====== SUPPLIED DATA

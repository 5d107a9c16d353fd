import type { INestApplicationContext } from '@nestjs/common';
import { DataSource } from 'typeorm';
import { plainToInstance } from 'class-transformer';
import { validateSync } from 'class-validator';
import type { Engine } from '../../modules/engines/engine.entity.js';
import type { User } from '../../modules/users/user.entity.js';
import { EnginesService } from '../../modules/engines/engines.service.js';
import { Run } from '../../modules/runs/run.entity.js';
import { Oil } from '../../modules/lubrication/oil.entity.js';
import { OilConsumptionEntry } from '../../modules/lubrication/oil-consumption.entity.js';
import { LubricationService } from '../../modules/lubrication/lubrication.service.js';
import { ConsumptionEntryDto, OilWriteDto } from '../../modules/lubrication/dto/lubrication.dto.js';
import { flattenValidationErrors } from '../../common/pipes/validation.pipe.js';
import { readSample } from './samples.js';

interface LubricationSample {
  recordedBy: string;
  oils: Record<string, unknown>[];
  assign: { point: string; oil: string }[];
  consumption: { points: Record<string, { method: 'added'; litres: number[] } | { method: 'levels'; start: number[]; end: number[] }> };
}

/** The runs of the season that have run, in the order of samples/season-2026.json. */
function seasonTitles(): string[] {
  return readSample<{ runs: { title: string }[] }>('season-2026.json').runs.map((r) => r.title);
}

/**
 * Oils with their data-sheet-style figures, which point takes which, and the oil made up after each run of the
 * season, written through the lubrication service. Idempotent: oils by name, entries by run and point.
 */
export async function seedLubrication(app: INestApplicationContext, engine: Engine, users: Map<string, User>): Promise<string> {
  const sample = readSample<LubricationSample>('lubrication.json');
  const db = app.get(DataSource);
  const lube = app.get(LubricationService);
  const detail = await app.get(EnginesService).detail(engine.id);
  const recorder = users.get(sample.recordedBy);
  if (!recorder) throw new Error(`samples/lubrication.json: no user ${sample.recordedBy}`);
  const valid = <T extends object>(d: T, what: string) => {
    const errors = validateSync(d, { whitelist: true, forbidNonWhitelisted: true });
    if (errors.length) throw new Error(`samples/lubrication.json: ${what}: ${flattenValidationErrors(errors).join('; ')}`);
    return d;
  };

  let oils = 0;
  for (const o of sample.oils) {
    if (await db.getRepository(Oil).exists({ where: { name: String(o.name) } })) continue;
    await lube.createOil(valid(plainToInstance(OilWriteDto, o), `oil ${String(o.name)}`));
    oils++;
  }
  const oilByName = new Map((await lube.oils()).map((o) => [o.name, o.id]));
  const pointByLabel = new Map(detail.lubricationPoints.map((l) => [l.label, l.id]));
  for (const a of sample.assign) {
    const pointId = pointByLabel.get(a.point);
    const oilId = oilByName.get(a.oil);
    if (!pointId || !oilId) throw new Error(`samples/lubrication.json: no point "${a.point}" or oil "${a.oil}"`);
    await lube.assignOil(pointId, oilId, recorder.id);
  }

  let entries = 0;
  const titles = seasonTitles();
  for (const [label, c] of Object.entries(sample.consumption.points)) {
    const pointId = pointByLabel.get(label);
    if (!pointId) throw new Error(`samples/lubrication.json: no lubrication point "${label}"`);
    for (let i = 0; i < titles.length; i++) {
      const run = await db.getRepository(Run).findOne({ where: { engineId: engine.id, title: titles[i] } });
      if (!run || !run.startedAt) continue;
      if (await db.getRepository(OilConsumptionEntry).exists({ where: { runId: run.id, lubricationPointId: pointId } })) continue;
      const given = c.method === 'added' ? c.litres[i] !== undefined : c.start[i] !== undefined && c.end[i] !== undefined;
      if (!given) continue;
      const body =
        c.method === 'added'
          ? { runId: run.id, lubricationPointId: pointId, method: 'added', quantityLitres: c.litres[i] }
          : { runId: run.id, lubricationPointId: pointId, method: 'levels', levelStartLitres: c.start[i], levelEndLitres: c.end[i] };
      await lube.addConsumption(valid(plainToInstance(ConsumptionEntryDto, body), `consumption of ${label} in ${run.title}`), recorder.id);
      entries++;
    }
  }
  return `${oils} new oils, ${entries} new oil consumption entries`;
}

============
====== SUPPLIED DATA

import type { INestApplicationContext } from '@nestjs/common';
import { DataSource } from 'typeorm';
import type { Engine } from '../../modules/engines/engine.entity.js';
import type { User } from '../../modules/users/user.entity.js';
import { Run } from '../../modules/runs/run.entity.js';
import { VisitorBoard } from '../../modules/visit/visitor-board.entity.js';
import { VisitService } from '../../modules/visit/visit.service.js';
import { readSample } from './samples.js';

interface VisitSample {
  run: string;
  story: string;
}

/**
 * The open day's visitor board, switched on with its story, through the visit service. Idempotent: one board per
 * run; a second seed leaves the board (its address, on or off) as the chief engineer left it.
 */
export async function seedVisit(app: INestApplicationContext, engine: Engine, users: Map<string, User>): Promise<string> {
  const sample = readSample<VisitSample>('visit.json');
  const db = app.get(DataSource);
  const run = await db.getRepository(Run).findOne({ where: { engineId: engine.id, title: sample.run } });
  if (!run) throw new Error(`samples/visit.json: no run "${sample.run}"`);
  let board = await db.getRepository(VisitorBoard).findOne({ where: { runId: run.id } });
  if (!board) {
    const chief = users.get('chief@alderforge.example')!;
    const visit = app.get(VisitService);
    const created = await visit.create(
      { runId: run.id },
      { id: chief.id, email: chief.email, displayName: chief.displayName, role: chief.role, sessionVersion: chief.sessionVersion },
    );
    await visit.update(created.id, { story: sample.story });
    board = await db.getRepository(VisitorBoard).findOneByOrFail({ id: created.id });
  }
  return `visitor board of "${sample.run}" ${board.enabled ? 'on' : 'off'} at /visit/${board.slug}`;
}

============

_EXERCISE DESCRIPTION_: Beginning with the line containing "true, forbidNonWhitelisted: true" in the material above, copy every line exactly until you have copied the line containing "for (const o".

_ANSWER_:
    const errors = validateSync(d, { whitelist: true, forbidNonWhitelisted: true });
    if (errors.length) throw new Error(`samples/lubrication.json: ${what}: ${flattenValidationErrors(errors).join('; ')}`);
    return d;
  };

  let oils = 0;
  for (const o of sample.oils) {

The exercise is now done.